Inmediatamente la engrasada maquinaria de su cerebro empezó a enviarle complicados mensajes y severas advertencias. Tenía que ser cauto y obrar sin precipitación. Para ello intentó ensayar absurdos gestos de desinterés y torpes motivos de fingida indiferencia. Pero llegó a la sublime conclusión de que tan elementales armas no serían de gran utilidad cuando tuvieran que enfrentarse en duro combate con la vieja y afilada astucia de varias generaciones de libreros personificadas en Calavia. Posiblemente el hallazgo también podía constituir una sorpresa para él. Lo lógico era suponer que el libro había permanecido olvidado en aquel rincón desde hace ciento cincuenta años, y por otro lado no descartó la posibilidad de que le hubieran puesto un cebo, para observar su reacción; pero consideró esta idea poco probable.

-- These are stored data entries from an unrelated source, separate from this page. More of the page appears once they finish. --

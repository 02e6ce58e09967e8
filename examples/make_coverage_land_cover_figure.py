"""Draw the README's side-by-side maps: the same gateway without and with the sample land cover.

``profiler coverage`` from Cairnfell Beacon (-29.9125, -19.955), a 10 m mast,
nodes at 1.5 m, 8 km radius at the elevation data's own pixel size, the
default model (ITU-R P.1812-8), once on the bare terrain and once with
``--land-cover dem_samples/vellmoor_landcover.tif`` (the built-in ESA
WorldCover mapping).  Both maps show the margin classes of the coverage
sheet.  Run from the repository root::

    python examples/make_coverage_land_cover_figure.py   # writes examples/vellmoor_coverage_land_cover.png
"""

from __future__ import annotations

import sys
import time
from pathlib import Path

HERE = Path(__file__).resolve().parent
ROOT = HERE.parent
if str(ROOT) not in sys.path:           # run from a source checkout without installing
    sys.path.insert(0, str(ROOT))

from profiler import CAUTION, coverage  # noqa: E402

DEM = ROOT / "dem_samples"
LAND_COVER = DEM / "vellmoor_landcover.tif"
SITE = (-29.9125, -19.955)


def build(bare, covered, dem_paths):
    """The figure: two maps side by side, their heard areas, one legend, the caution."""
    import matplotlib.pyplot as plt
    from matplotlib.patches import Patch

    from profiler.io.coverage import CLASS_ALPHA, CLASS_COLOURS, class_labels
    from profiler.plot.coverage import draw_coverage_map
    from profiler.plot.sheet import style

    with style():
        fig = plt.figure(figsize=(11.0, 6.2))
        renderer = fig.canvas.get_renderer()
        for i, (result, what) in enumerate(((bare, "without land cover"), (covered, "with the sample land cover"))):
            ax = fig.add_axes((0.04 + 0.49 * i, 0.2, 0.44, 0.68))
            draw_coverage_map(ax, result, dem_paths, renderer)
            s = result.report["summary"]
            ax.set_title(f"Cairnfell Beacon, {what}\nheard with the fade margin: "
                         f"{s['covered']['area_km2']:.1f} km\u00b2 ({s['covered']['share']:.0%}), "
                         f"mean probability {s['mean_probability_heard']:.2f}",
                         fontsize=9, fontweight="bold", loc="left")
        fade = bare.report["settings"]["fade_margin_db"]
        handles = [Patch(fc=c, alpha=a, ec="0.3", lw=0.5, label=t)
                   for c, a, t in zip(CLASS_COLOURS, CLASS_ALPHA, class_labels(bare.bands, fade))]
        fig.legend(handles=handles, loc="lower center", ncol=3, fontsize=7.5, frameon=False,
                   bbox_to_anchor=(0.5, 0.035), title="Uplink margin (node to gateway), data rate",
                   title_fontsize=8)
        fig.text(0.5, 0.01, CAUTION, ha="center", va="bottom", fontsize=7, fontweight="bold")
    return fig


def main(out=HERE / "vellmoor_coverage_land_cover.png"):
    t0 = time.perf_counter()
    kw = dict(dem=[str(DEM)], mast_m=10.0, name="Cairnfell Beacon", radius_km=8.0, node_mast_m=1.5, progress=False)
    bare = coverage(SITE, **kw)
    covered = coverage(SITE, land_cover=[str(LAND_COVER)], **kw)
    for label, r in (("without", bare), ("with", covered)):
        s = r.report["summary"]
        heard = s["heard_at_location_percent"]
        print(f"{label} land cover: heard {s['covered']['area_km2']:.2f} km2, at {heard['location_percent']:g} % "
              f"of locations {heard['area_km2']:.2f} km2, mean probability {s['mean_probability_heard']:.3f}")
    fig = build(bare, covered, [str(DEM)])
    fig.savefig(out, dpi=110)
    print(f"{out} ({out.stat().st_size // 1024} kB, {time.perf_counter() - t0:.1f} s)")


if __name__ == "__main__":
    main()
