"""Draw the example siting sheet of the invented Vellmoor valley scenario from a real run.

``profiler siting --redundancy 2`` over ``examples/siting_sites.csv`` (one
existing gateway, four candidate sites, five nodes) on the synthetic terrain
in ``dem_samples/``: the optimum opens two candidates (cost 4) where greedy
opens three (cost 5).  Run from the repository root::

    python examples/make_siting_figure.py           # writes examples/vellmoor_siting.png
"""

from __future__ import annotations

import sys
from pathlib import Path

HERE = Path(__file__).resolve().parent
if str(HERE.parent) not in sys.path:    # run from a source checkout without installing
    sys.path.insert(0, str(HERE.parent))

from profiler import siting  # noqa: E402
from profiler.plot.siting import write_siting_figure  # noqa: E402


def main(out=HERE / "vellmoor_siting.png", redundancy=2):
    dem = [str(HERE.parent / "dem_samples")]
    result = siting(HERE / "siting_sites.csv", dem=dem, redundancy=redundancy, progress=False)
    write_siting_figure(result.to_dict(), result.network, out, paper="a4", dpi=150, dem_paths=dem,
                        sheet={"project": "Vellmoor valley telemetry", "date": "2026-12-03"})
    print(f"{out}: chosen {', '.join(result.chosen)}; greedy objective {result.greedy['objective']:g}")


if __name__ == "__main__":
    main()
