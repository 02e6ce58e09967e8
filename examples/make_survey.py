"""Write the invented field survey of the Vellmoor sample network: ``examples/vellmoor_survey.csv``.

A test node was carried to 45 places around the Cairnfell Beacon gateway
of ``examples/sites.csv`` (three uplinks at each, SF12 at 125 kHz, 14 dBm,
a 1.5 m antenna).  Nothing here was measured: each uplink's path loss is
the model's own prediction (``profiler network``'s engine, P.1812-8 at the
EU868 mean channel frequency, the default settings) plus

- a stated bias, :data:`OFFSET_DB` = +4 dB (the "field" loses 4 dB more
  than the model predicts),
- a place-to-place term, Gaussian with :data:`PLACE_SIGMA_DB` = 3 dB, the
  same for the three uplinks of a place,
- an uplink-to-uplink term, Gaussian with :data:`UPLINK_SIGMA_DB` = 1.5 dB,

all drawn from a seeded generator (:data:`SEED`), so the file is the same on
every run.  The received power becomes an RSSI and an SNR over the noise
floor of a 3 dB noise-figure gateway (below the floor the RSSI shows the
noise and the SNR is negative: RSSI + SNR is the received power, Semtech
SX1276 datasheet section 5.5.5); an uplink below the SF12 sensitivity is
written as missed (both cells empty).  ``profiler survey`` on this file
should give back an offset near +4 dB; the script runs it and draws the
sheet.  Run from the repository root::

    python examples/make_survey.py   # writes examples/vellmoor_survey.csv and examples/vellmoor_survey.png
"""

from __future__ import annotations

import csv
import sys
from pathlib import Path

import numpy as np

HERE = Path(__file__).resolve().parent
ROOT = HERE.parent
if str(ROOT) not in sys.path:           # run from a source checkout without installing
    sys.path.insert(0, str(ROOT))

from profiler.engine.links import NetworkSettings  # noqa: E402
from profiler.engine.radio import RadioSettings  # noqa: E402
from profiler.lora.bands import resolve_frequency_mhz  # noqa: E402
from profiler.lora.modem import lora_sensitivity_batch_dbm  # noqa: E402
from profiler.products.network import compute_links  # noqa: E402
from profiler.products.sites import read_sites_csv  # noqa: E402
from profiler.terrain.elevation import ElevationModel  # noqa: E402

OFFSET_DB = 4.0
PLACE_SIGMA_DB = 3.0
UPLINK_SIGMA_DB = 1.5
SEED = 20261203
PLACES = 45
UPLINKS_PER_PLACE = 3
NODE_MAST_M = 1.5
TX_POWER_DBM = 14.0
GAIN_DBI = 2.15
NOISE_FIGURE_DB = 3.0
SF, BW_KHZ = 12, 125.0
GATEWAY = "Cairnfell Beacon"
CLUTTER = ("open", "trees", "suburban")


def places(rng, lat0, lon0):
    """Node places 1-12 km from the gateway inside the sample terrain (-30.05..-29.8, -20..-19.75)."""
    lat = rng.uniform(-30.03, -29.82, PLACES * 3)
    lon = rng.uniform(-19.99, -19.76, PLACES * 3)
    d_km = np.hypot((lat - lat0) * 111.2, (lon - lon0) * 96.4)
    keep = np.flatnonzero((d_km > 1.0) & (d_km < 12.0))[:PLACES]
    return lat[keep], lon[keep]


def main(out=HERE / "vellmoor_survey.csv", figure=HERE / "vellmoor_survey.png"):
    rng = np.random.default_rng(SEED)
    sites = read_sites_csv(HERE / "sites.csv")
    g = sites.index_of(GATEWAY)
    lat, lon = places(rng, sites.lat_deg[g], sites.lon_deg[g])
    f_mhz, band = resolve_frequency_mhz(None, None)
    radio = RadioSettings(tx_power_dbm=TX_POWER_DBM).validate().with_model(True)
    settings = NetworkSettings(dem_paths=(str(ROOT / "dem_samples"),), frequency_mhz=f_mhz, band=band,
                               k_factor=4.0 / 3.0, clearance_ratio=0.6, step_m=None, fill_voids=False, radio=radio)
    n = lat.size
    with ElevationModel.open([str(ROOT / "dem_samples")]) as model:
        res = compute_links(model, settings, np.full(n, sites.lat_deg[g]), np.full(n, sites.lon_deg[g]),
                            np.full(n, sites.mast_m[g]), lat, lon, np.full(n, NODE_MAST_M))
    ok = np.array([e is None for e in res["error"]])
    lat, lon, predicted = lat[ok], lon[ok], res["total_loss_db"][ok]
    place_term = rng.normal(0.0, PLACE_SIGMA_DB, lat.size)
    clutter = rng.choice(CLUTTER, lat.size)
    loss = (predicted + OFFSET_DB + place_term)[:, None] + rng.normal(0.0, UPLINK_SIGMA_DB,
                                                                      (lat.size, UPLINKS_PER_PLACE))
    received = TX_POWER_DBM + GAIN_DBI - loss + GAIN_DBI
    noise_dbm = -174.0 + 10.0 * np.log10(BW_KHZ * 1e3) + NOISE_FIGURE_DB
    snr = np.round((received - noise_dbm) * 4.0) / 4.0          # the SNR register's quarter-dB steps
    rssi = np.round(np.where(snr < 0.0, received - snr, received))
    heard = received >= lora_sensitivity_batch_dbm(SF, BW_KHZ, NOISE_FIGURE_DB)
    with open(out, "w", newline="", encoding="utf-8") as fh:
        w = csv.writer(fh, lineterminator="\n")
        w.writerow(["gateway", "node", "lat_deg", "lon_deg", "rssi_dbm", "snr_db", "sf", "bw_khz", "tx_power_dbm",
                    "node_mast_m", "clutter", "time"])
        for i in range(lat.size):       # writing rows of a small sample file
            for j in range(UPLINKS_PER_PLACE):
                cells = (f"{rssi[i, j]:.0f}", f"{snr[i, j]:.2f}") if heard[i, j] else ("", "")
                time = f"2026-11-{10 + i // 15:02d}T{9 + j:02d}:{(i * 7) % 60:02d}:00Z"
                w.writerow([GATEWAY, "test node", f"{lat[i]:.6f}", f"{lon[i]:.6f}", *cells, SF, f"{BW_KHZ:g}",
                            f"{TX_POWER_DBM:g}", NODE_MAST_M, clutter[i], time])
    print(f"{out}: {lat.size} places, {int(heard.sum())} uplinks heard, {int((~heard).sum())} missed; "
          f"mean bias drawn {OFFSET_DB + place_term.mean():.2f} dB")
    draw(out, figure)


def draw(measurements, figure):
    """Run ``profiler survey`` on the sample and draw its sheet (the README picture)."""
    from profiler import survey
    from profiler.plot.survey import write_survey_figure

    dem = [str(ROOT / "dem_samples")]
    report = survey(HERE / "sites.csv", measurements, dem=dem, progress=False).to_dict()
    write_survey_figure(report, figure, paper="a4", dpi=150, dem_paths=dem,
                        sheet={"project": "Vellmoor valley test drive", "date": "2026-12-03"})
    c = report["calibration"]
    print(f"{figure}: fitted offset {c['offset_db']:+.2f} +/- {c['offset_se_db']:.2f} dB "
          f"(put in {OFFSET_DB:+.1f} dB), RMSE {c['rmse_before_db']:.2f} -> {c['rmse_after_db']:.2f} dB")


if __name__ == "__main__":
    main()
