def model_option_list():
    """The propagation-model options (:class:`profiler.engine.model.PropagationSettings`), new on each call."""
    return [
        click.option("--model", "model", type=click.Choice(["p1812", "terrain"]), default=None,
                     help="Propagation model: p1812 (ITU-R P.1812-8: terrain, clutter, time and location "
                          "percentages; the default) or terrain (free space + --diffraction, median; the default "
                          "for a --profile without --site-a/--site-b)."),
        click.option("--time-percent", type=NUMBER, default=50.0, show_default=True,
                     help="P.1812: percentage of time the loss is not exceeded, 1 to 50 [%]; below 50 the loss is "
                          "lower, i.e. more optimistic (ducting, layer reflection)."),
        click.option("--location-percent", type=NUMBER, default=50.0, show_default=True,
                     help="P.1812: percentage of locations the loss is not exceeded, 1 to 99 [%]; 95 plans for "
                          "19 spots in 20."),
        click.option("--location-sigma-db", type=NON_NEGATIVE, default=None,
                     help="P.1812: location variability [dB] (default: P.1812-8 section 4.7 for --area-width-m, "
                          "reduced for a node antenna above its clutter; 0 for a node at sea)."),
        click.option("--area-width-m", type=POSITIVE, default=100.0, show_default=True,
                     help="P.1812: prediction resolution, the width of the square the location variability "
                          "applies to [m]."),
        click.option("--delta-n", type=NUMBER, default=None,
                     help="P.1812: refractivity lapse rate [N-units/km]; sets k = 157 / (157 - N) (default: from "
                          "--k, 39.25 for 4/3); not together with --k."),
        click.option("--n0", type=NUMBER, default=315.0, show_default=True,
                     help="P.1812: sea-level surface refractivity [N-units] (default: ITU-R P.453-14 reference "
                          "atmosphere)."),
        click.option("--coast-distance-a-km", type=NON_NEGATIVE, default=500.0, show_default=True,
                     help="P.1812: distance of A from the coast [km] (0: at sea; 500: inland)."),
        click.option("--coast-distance-b-km", type=NON_NEGATIVE, default=500.0, show_default=True,
                     help="P.1812: distance of B from the coast [km] (0: at sea; 500: inland)."),
    ]


def terminal_option_list():
    """The terminal options (clutter and indoor ends, :mod:`profiler.engine.terminals`), new on each call."""
    from ..propagation.building_entry import BUILDING_TYPES
    from ..propagation.p2108 import CLUTTER_CLASSES  # the land cover's classes, without importing rasterio

    options = []
    for end in ("a", "b"):
        end_up = end.upper()
        options += [
            click.option(f"--clutter-{end}", f"clutter_{end}", type=click.Choice(CLUTTER_CLASSES), default=None,
                         help=f"Clutter class around {end_up} (overrides the land cover there): p1812 raises the "
                              f"profile within --terminal-clutter-m of {end_up}; terrain adds ITU-R P.2108-1."),
            click.option(f"--clutter-height-{end}-m", type=POSITIVE, default=None,
                         help=f"Representative clutter height at {end_up} [m] (default: the class's default of "
                              "the run's model; needs the class)."),
            click.option(f"--indoor-{end}", f"indoor_{end}", type=click.Choice(BUILDING_TYPES), default=None,
                         help=f"{end_up} is inside a building of this type: ITU-R P.2109-1 building entry loss "
                              "at --location-percent and the path's elevation angle."),
        ]
    return options + [
        click.option("--terminal-clutter-m", type=POSITIVE, default=50.0, show_default=True,
                     help="p1812: how far from its end a terminal's clutter class sets the profile's clutter [m]."),
        click.option("--clutter-statistics", is_flag=True,
                     help="terrain: ITU-R P.2108-1 section 3.2 statistical clutter loss at a built-up end "
                          "instead of the section 3.1 height-gain correction."),
    ]
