"""Draw the example coverage map of the invented Vellmoor valley scenario from a real run.

``profiler coverage`` from Cairnfell Beacon (-29.9125, -19.955), a 10 m
mast, nodes at 1.5 m, 8 km radius at the elevation data's own pixel size, on
the synthetic terrain in ``dem_samples/``.  Run from the repository root::

    python examples/make_coverage_figure.py          # writes examples/vellmoor_coverage.png
"""

from __future__ import annotations

import datetime
import sys
import time
from pathlib import Path

HERE = Path(__file__).resolve().parent
ROOT = HERE.parent
if str(ROOT) not in sys.path:           # run from a source checkout without installing
    sys.path.insert(0, str(ROOT))

from profiler import coverage  # noqa: E402
from profiler.io.sheetinfo import SheetInfo  # noqa: E402
from profiler.plot import write_coverage_figure  # noqa: E402

DEM = ROOT / "dem_samples"
SITE = (-29.9125, -19.955)


def main(out=HERE / "vellmoor_coverage.png"):
    t0 = time.perf_counter()
    info = SheetInfo(project="Vellmoor valley LoRaWAN telemetry", document="VV-RF-002", revision="A",
                     prepared_by="A. Planner", organisation="Vellmoor water board")
    result = coverage(SITE, dem=[str(DEM)], mast_m=10.0, name="Cairnfell Beacon", radius_km=8.0,
                      node_mast_m=1.5, progress=False, date=datetime.date(2026, 12, 2), sheet_info=info)
    write_coverage_figure(result, out, paper="a4", dpi=150, dem_paths=[str(DEM)], date_text="2026-12-02")
    print(f"{out} ({out.stat().st_size // 1024} kB, {time.perf_counter() - t0:.1f} s)")


if __name__ == "__main__":
    main()
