def build_link_figure(report: dict, paper: str = "a4", dem_paths=None, *, date_text: str | None = None):
    """Build the link sheet as a :class:`matplotlib.figure.Figure` (Agg canvas).

    Parameters are those of :func:`write_link_figure`.  The figure is not
    attached to pyplot; save it with ``fig.savefig(...)`` inside the same
    style context as :func:`write_link_figure` for identical output.

    Returns
    -------
    matplotlib.figure.Figure
    """
    from matplotlib.backends.backend_agg import FigureCanvasAgg
    from matplotlib.figure import Figure

    width_in, height_in = paper_size_in(paper)
    with _style():
        fig = Figure(figsize=(width_in, height_in), dpi=100)
        FigureCanvasAgg(fig)
        renderer = fig.canvas.get_renderer()
        boxes = _layout(width_in, height_in)
        _draw_frame(fig, width_in, height_in)
        header = _inch_axes(fig, boxes["header"], width_in, height_in)
        _draw_header(header, report, renderer)
        profile_ax = fig.add_axes(_fraction(boxes["profile"], width_in, height_in))
        _draw_profile(fig, profile_ax, report, width_in, height_in)
        map_ax = fig.add_axes(_fraction(boxes["map"], width_in, height_in))
        _draw_locator(map_ax, report, dem_paths, renderer)
        table = _inch_axes(fig, boxes["table"], width_in, height_in)
        _draw_results(table, report, renderer)
        footer = _inch_axes(fig, boxes["footer"], width_in, height_in)
        _draw_footer(footer, report, renderer, date_text)
    return fig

El comportamiento lógico y natural era acercarse a Calavia, que en aquel momento se encontraba distraído ordenando unas fichas, y preguntarle por el precio. Cualquier otro modo de actuar, quizá demasiado elaborado, podía entorpecer la transacción. Y sin pensárselo más, con el libro aferrado en sus manos, dirigió sus pasos hacia el mostrador y le dijo con aparente calma:
—¿Qué precio tiene esta Canción de Navidad?
—En la primera página vendrá indicado –contestó el librero sin levantar la vista.
—Sólo veo una pequeña etiqueta con la indicación de «5 Shillings».
—Pues si pone eso, es que son cinco chelines –respondió Calavia con evidente lógica.
—El caso es que en este momento no dispongo de moneda inglesa, y además creo que el chelín desapareció al implantarse en el Reino Unido el sistema métrico decimal.
—Ya sabe usted, señor Pina, que este establecimiento es muy serio y siempre se cobra lo que marcan los libros, aunque exista un error. Con toda seguridad ese ejemplar le fue enviado a mi bisabuelo –en su día– por la distribuidora londinense a petición expresa de algún cliente que luego no vino a retirarlo.
—Bueno, entonces digamos que deseo el libro y que no tengo cinco chelines.
—Pues muy sencillo; hacemos una llamada a Londres, a un amigo mío –que también es librero– y le preguntamos la equivalencia actual de cinco chelines de 1.843.
Y alejándose a una especie de misterioso despachito, donde se comentaba que sólo tenían acceso determinados y contados clientes, realizó una llamada telefónica de aproximadamente tres minutos y luego volvió pensativo hacia el mostrador.
—Dice mi colega británico que la cifra indicada en la etiqueta puede equivaler en la actualidad a veinte libras.
—Es decir –dijo Antonio–, unas cinco mil pesetas.
—Más o menos –respondió el librero.
—No me parece justo para sus intereses, usted sabe que ese libro se revalorizó mucho más que la moneda. Añadamos un cero a la cifra –propuso Antonio con generosidad.
—No puedo permitirlo, a fin de cuentas usted lo rescató del olvido y es el hombre indicado para poseerlo. El libro lo eligió a usted. Tengo un buen amigo, un joven escritor, que mantiene la extraña teoría de que son los libros los que buscan a las personas.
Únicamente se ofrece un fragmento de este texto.